• _Supplied records_:
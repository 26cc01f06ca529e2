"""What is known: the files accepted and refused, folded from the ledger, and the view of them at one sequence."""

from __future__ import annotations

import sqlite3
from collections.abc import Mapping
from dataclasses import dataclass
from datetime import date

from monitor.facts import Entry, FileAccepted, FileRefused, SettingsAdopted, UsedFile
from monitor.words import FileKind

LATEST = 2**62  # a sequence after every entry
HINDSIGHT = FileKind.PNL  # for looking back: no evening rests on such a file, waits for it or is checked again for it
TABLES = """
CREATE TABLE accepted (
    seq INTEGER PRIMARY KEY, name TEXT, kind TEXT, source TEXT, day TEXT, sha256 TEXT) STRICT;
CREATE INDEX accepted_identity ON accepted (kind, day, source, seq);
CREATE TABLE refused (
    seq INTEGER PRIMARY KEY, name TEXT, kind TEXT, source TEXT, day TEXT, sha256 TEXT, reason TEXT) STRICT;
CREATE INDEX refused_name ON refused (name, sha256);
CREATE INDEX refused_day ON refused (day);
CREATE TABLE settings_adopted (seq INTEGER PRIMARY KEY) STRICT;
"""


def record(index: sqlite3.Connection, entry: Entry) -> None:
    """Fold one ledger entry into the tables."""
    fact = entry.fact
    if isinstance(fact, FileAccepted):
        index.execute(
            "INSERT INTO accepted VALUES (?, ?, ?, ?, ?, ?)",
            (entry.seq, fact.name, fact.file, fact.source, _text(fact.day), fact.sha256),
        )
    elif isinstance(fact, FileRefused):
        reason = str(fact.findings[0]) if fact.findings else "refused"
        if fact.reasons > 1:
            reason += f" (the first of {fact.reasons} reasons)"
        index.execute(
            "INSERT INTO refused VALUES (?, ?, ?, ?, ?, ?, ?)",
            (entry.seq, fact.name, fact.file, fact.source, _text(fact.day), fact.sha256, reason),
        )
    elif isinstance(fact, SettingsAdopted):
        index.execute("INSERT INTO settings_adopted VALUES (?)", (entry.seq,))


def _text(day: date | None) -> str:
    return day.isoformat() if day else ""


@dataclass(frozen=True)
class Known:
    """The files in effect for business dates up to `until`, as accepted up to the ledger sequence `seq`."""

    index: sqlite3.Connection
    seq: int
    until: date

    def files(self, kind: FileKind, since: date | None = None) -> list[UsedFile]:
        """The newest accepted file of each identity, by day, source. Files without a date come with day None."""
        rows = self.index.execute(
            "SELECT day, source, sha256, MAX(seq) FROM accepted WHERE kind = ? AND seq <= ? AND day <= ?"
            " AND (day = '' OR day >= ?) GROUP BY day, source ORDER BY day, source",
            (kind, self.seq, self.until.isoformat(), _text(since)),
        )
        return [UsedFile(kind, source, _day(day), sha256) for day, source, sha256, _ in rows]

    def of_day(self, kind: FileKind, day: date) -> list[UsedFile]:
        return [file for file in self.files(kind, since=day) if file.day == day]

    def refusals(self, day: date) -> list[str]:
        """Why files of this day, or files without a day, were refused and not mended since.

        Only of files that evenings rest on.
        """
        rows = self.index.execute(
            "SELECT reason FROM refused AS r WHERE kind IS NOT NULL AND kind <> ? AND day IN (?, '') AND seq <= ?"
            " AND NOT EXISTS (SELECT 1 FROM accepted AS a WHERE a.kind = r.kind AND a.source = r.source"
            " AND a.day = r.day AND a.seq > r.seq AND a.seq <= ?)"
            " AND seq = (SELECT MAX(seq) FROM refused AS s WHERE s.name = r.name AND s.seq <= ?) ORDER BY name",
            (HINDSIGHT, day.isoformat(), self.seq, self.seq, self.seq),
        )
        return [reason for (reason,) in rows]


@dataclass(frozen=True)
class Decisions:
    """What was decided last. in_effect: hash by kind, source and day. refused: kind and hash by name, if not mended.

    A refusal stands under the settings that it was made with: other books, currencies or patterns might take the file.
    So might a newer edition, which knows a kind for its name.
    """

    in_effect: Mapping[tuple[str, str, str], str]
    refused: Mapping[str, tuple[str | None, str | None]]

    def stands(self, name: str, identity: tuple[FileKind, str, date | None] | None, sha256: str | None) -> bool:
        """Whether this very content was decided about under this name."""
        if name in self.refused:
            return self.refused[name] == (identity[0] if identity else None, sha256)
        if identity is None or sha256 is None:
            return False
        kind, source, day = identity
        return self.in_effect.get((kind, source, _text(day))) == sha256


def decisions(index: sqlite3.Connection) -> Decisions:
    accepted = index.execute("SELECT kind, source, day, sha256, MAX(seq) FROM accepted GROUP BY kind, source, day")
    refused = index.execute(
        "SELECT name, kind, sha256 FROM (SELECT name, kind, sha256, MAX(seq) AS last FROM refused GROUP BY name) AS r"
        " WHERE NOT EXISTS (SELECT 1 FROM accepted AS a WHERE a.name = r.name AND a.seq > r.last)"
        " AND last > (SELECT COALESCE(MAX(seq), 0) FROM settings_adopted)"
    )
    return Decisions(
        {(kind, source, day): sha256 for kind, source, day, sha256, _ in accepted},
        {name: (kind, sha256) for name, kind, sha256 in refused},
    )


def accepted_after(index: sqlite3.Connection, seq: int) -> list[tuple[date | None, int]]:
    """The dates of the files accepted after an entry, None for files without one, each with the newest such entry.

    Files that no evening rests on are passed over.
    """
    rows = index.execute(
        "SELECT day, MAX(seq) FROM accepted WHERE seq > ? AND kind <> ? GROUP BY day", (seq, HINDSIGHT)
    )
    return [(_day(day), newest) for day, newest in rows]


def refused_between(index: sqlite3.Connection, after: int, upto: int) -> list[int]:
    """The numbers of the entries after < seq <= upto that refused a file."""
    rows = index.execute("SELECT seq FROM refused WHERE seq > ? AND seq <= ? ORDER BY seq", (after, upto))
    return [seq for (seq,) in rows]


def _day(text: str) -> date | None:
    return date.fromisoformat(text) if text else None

* * *

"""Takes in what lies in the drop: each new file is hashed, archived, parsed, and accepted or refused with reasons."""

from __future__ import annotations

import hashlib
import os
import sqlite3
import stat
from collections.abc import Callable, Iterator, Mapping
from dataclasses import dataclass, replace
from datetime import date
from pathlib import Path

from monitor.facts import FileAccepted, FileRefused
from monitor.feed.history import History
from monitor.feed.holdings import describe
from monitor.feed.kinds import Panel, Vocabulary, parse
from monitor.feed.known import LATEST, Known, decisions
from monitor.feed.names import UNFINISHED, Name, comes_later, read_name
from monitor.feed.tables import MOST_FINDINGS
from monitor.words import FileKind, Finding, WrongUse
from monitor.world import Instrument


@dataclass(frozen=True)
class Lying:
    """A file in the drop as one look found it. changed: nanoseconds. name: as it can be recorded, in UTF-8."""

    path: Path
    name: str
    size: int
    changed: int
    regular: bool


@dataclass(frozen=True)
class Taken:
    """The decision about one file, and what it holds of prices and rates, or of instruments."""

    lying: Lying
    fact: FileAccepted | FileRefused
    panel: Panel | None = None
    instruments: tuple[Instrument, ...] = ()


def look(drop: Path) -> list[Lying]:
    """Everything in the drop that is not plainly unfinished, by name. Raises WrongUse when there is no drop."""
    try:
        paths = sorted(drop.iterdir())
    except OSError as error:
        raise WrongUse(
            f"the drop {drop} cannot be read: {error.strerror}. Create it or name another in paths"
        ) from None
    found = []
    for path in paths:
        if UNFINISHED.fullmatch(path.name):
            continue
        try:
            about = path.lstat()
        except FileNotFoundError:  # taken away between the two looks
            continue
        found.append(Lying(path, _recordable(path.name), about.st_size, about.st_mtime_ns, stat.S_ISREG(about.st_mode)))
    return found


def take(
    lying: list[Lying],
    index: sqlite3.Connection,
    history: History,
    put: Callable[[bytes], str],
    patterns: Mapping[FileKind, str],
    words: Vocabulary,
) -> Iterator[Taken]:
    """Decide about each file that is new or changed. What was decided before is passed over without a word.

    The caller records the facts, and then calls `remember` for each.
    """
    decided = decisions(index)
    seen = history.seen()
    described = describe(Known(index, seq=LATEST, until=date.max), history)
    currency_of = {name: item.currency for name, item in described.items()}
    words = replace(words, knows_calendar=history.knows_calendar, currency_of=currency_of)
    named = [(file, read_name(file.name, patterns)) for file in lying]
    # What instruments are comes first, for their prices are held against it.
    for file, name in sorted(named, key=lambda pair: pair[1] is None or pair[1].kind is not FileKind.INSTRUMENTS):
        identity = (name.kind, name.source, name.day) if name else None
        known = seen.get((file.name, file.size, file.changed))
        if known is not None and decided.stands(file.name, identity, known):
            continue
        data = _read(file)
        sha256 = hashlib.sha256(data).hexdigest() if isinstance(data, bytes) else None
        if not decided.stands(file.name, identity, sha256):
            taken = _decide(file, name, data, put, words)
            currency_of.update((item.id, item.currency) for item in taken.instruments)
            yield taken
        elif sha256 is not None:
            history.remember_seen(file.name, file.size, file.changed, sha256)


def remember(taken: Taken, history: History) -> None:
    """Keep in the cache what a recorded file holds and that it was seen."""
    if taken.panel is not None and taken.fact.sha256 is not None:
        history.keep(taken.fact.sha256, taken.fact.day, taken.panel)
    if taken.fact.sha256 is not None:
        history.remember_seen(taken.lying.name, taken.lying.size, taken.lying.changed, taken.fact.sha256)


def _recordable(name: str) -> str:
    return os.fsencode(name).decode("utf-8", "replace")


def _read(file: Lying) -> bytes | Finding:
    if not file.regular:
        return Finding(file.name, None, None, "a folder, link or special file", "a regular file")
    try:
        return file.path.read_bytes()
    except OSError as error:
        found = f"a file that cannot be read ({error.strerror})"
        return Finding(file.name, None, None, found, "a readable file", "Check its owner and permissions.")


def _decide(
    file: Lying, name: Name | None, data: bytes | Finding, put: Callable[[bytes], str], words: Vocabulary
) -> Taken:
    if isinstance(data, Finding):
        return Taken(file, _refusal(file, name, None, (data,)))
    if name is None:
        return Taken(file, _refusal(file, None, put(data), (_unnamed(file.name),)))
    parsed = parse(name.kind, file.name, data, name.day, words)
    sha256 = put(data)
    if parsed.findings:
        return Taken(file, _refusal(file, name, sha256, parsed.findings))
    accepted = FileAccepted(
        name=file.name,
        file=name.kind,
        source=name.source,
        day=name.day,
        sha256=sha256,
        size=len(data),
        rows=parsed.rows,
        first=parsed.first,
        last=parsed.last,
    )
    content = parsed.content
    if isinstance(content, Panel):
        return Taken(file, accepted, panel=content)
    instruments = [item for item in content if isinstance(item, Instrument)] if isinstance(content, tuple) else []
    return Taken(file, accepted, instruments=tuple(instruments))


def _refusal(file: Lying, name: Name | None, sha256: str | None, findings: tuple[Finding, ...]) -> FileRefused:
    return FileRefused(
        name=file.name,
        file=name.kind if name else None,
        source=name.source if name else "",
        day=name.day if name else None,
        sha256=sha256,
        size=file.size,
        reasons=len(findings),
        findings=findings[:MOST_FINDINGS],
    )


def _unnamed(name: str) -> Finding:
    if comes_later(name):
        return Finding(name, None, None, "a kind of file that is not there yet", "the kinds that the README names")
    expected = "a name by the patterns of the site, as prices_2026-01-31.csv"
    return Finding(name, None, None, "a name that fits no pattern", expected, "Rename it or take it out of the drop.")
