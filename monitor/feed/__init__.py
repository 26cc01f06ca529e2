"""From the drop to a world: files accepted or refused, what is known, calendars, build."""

==

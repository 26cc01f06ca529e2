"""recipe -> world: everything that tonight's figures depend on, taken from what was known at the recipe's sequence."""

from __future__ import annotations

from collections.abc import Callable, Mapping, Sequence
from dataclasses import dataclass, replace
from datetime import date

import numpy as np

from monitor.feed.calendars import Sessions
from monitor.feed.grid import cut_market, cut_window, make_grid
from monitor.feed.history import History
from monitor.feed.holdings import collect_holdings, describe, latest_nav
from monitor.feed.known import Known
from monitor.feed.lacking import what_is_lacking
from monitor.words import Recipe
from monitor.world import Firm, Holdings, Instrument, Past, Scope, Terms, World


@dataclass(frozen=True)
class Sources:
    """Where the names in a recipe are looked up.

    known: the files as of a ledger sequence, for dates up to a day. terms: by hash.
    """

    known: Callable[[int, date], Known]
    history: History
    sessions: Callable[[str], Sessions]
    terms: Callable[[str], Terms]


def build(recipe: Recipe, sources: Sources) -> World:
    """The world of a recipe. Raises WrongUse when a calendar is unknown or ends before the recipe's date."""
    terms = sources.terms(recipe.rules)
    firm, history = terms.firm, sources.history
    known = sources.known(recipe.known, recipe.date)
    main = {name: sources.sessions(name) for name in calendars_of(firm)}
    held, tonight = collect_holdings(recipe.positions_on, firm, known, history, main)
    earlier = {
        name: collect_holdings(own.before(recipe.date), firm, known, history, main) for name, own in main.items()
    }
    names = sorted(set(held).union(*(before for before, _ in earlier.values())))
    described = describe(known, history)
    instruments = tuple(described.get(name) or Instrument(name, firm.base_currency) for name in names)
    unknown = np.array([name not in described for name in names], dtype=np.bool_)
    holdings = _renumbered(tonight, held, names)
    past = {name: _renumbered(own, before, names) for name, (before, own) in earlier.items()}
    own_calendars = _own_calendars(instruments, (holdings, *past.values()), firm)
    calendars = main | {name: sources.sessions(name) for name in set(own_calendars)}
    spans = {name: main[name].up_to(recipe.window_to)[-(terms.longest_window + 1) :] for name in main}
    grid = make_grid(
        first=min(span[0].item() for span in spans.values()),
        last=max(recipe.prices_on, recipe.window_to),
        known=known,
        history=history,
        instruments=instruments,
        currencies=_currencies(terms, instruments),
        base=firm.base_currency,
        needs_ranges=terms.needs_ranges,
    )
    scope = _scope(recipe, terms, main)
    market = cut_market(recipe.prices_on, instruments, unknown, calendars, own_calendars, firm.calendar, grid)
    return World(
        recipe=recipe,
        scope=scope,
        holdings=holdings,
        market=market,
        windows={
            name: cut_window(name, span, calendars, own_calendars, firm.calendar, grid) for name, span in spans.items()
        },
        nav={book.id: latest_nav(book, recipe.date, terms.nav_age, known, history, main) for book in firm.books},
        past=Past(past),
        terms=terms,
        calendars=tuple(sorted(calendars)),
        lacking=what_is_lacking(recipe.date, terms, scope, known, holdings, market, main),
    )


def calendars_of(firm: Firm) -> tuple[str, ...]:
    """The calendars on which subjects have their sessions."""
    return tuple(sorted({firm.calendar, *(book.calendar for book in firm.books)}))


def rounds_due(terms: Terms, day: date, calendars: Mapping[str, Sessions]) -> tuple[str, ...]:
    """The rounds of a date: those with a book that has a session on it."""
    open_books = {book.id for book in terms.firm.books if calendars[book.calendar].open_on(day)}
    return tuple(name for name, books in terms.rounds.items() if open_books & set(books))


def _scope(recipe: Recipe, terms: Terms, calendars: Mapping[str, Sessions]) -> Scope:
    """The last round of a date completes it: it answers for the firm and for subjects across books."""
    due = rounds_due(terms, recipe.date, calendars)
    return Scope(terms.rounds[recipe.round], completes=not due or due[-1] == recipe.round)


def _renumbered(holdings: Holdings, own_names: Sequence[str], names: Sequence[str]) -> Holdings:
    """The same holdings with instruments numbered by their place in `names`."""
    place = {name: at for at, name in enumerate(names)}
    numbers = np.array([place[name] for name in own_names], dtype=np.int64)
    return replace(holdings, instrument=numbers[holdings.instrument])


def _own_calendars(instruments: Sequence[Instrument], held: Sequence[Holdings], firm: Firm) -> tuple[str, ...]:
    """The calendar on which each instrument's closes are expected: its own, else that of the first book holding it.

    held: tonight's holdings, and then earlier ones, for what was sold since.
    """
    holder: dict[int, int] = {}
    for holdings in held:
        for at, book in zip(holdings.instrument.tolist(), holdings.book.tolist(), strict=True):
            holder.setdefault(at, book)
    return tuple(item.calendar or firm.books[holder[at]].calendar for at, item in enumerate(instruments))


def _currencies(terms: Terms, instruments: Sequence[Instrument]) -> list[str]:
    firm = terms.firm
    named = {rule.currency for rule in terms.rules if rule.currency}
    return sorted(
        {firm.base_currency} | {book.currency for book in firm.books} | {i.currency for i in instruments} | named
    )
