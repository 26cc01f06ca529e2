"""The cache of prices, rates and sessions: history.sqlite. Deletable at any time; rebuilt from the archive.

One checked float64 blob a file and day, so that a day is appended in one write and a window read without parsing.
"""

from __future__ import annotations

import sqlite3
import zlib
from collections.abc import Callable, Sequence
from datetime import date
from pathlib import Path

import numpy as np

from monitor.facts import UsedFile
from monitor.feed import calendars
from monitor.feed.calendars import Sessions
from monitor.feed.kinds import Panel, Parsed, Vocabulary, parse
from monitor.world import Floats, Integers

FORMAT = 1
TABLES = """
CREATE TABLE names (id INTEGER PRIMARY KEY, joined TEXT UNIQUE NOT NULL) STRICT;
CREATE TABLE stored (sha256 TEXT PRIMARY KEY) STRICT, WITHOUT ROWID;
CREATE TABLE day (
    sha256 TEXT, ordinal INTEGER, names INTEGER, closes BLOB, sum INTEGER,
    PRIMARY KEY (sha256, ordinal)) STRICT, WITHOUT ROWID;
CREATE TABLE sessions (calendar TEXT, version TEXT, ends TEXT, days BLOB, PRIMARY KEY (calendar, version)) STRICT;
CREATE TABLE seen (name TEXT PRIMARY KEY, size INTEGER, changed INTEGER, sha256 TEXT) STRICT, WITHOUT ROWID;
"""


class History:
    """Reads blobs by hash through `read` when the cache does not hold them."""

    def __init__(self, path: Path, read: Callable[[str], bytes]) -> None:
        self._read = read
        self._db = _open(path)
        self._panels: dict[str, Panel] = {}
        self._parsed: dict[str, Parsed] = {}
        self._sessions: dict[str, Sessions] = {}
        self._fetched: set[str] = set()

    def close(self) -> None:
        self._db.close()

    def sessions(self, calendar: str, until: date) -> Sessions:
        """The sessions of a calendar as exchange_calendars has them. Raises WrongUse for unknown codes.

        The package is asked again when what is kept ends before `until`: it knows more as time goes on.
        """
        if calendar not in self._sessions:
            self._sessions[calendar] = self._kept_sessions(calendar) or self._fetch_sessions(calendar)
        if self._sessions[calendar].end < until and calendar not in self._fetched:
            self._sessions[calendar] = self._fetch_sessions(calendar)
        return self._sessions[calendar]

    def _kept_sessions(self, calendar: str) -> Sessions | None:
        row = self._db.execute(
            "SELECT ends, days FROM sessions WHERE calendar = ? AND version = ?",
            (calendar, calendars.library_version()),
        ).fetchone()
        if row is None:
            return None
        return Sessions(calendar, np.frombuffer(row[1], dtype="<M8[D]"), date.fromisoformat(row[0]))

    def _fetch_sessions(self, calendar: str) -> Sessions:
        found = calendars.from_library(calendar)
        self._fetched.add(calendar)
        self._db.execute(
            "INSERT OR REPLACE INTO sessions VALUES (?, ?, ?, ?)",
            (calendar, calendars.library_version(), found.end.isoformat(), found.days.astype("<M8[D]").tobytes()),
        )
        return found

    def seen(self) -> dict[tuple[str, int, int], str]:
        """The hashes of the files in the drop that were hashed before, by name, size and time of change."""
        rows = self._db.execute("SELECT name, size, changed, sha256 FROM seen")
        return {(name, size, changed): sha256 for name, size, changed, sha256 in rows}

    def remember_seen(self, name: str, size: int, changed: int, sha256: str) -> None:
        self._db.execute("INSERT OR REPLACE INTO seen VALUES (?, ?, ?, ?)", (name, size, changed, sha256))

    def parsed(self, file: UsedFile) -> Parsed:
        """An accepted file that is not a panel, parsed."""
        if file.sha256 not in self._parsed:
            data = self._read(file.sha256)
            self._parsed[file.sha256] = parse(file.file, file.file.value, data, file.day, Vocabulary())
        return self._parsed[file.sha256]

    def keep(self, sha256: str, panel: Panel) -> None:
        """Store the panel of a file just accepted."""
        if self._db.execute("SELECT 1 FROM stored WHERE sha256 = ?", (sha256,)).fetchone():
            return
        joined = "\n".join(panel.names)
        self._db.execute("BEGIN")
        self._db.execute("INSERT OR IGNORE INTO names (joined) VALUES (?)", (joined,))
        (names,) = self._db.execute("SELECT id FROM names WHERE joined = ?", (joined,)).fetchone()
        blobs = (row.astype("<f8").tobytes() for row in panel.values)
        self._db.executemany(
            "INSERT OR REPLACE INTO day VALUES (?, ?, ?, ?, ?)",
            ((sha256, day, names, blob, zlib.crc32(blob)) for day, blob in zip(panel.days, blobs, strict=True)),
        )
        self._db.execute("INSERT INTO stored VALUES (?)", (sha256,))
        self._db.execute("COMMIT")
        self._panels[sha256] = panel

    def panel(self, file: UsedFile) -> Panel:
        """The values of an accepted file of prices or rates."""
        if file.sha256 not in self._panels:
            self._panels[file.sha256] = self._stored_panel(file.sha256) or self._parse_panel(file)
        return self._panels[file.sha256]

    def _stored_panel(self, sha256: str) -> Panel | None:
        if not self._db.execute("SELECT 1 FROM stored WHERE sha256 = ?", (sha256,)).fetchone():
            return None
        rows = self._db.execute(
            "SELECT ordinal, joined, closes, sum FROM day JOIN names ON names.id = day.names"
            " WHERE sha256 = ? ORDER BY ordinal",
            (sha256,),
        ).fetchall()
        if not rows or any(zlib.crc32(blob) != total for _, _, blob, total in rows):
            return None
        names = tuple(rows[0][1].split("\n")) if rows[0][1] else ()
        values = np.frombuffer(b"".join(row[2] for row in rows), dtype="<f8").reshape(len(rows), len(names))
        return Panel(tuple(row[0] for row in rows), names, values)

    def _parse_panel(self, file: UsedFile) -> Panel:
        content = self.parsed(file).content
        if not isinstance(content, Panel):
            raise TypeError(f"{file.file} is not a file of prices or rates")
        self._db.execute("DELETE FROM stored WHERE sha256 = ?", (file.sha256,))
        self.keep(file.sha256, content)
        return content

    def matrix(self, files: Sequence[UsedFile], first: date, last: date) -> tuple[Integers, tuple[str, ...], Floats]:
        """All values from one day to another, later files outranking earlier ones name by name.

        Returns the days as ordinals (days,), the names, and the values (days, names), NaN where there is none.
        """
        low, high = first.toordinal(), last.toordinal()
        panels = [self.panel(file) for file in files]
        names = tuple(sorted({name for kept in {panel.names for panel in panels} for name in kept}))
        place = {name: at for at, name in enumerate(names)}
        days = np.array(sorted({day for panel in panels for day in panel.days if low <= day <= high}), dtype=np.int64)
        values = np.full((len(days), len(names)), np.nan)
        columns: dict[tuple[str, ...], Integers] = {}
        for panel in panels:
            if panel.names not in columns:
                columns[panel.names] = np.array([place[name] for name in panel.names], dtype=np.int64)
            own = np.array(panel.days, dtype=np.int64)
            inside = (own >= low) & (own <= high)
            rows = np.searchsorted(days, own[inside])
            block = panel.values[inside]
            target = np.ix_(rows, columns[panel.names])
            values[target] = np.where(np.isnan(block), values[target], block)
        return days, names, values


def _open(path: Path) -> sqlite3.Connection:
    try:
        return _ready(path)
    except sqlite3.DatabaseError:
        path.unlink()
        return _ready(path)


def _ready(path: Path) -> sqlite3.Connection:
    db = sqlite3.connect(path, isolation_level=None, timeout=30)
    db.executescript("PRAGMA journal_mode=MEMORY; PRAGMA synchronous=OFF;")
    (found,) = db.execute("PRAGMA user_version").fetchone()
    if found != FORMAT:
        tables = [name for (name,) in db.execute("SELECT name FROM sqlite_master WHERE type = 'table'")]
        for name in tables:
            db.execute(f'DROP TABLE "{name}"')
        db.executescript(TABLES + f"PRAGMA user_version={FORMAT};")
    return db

• _Problem description_:
Everything above from the line with "sha256 TEXT, ordinal" to the line with "def close(self) ->", both included, must be repeated exactly, and nothing outside that range.

• _Output below_:
    sha256 TEXT, ordinal INTEGER, names INTEGER, closes BLOB, sum INTEGER,
    PRIMARY KEY (sha256, ordinal)) STRICT, WITHOUT ROWID;
CREATE TABLE sessions (calendar TEXT, version TEXT, ends TEXT, days BLOB, PRIMARY KEY (calendar, version)) STRICT;
CREATE TABLE seen (name TEXT PRIMARY KEY, size INTEGER, changed INTEGER, sha256 TEXT) STRICT, WITHOUT ROWID;
"""


class History:
    """Reads blobs by hash through `read` when the cache does not hold them."""

    def __init__(self, path: Path, read: Callable[[str], bytes]) -> None:
        self._read = read
        self._db = _open(path)
        self._panels: dict[str, Panel] = {}
        self._parsed: dict[str, Parsed] = {}
        self._sessions: dict[str, Sessions] = {}
        self._fetched: set[str] = set()

    def close(self) -> None:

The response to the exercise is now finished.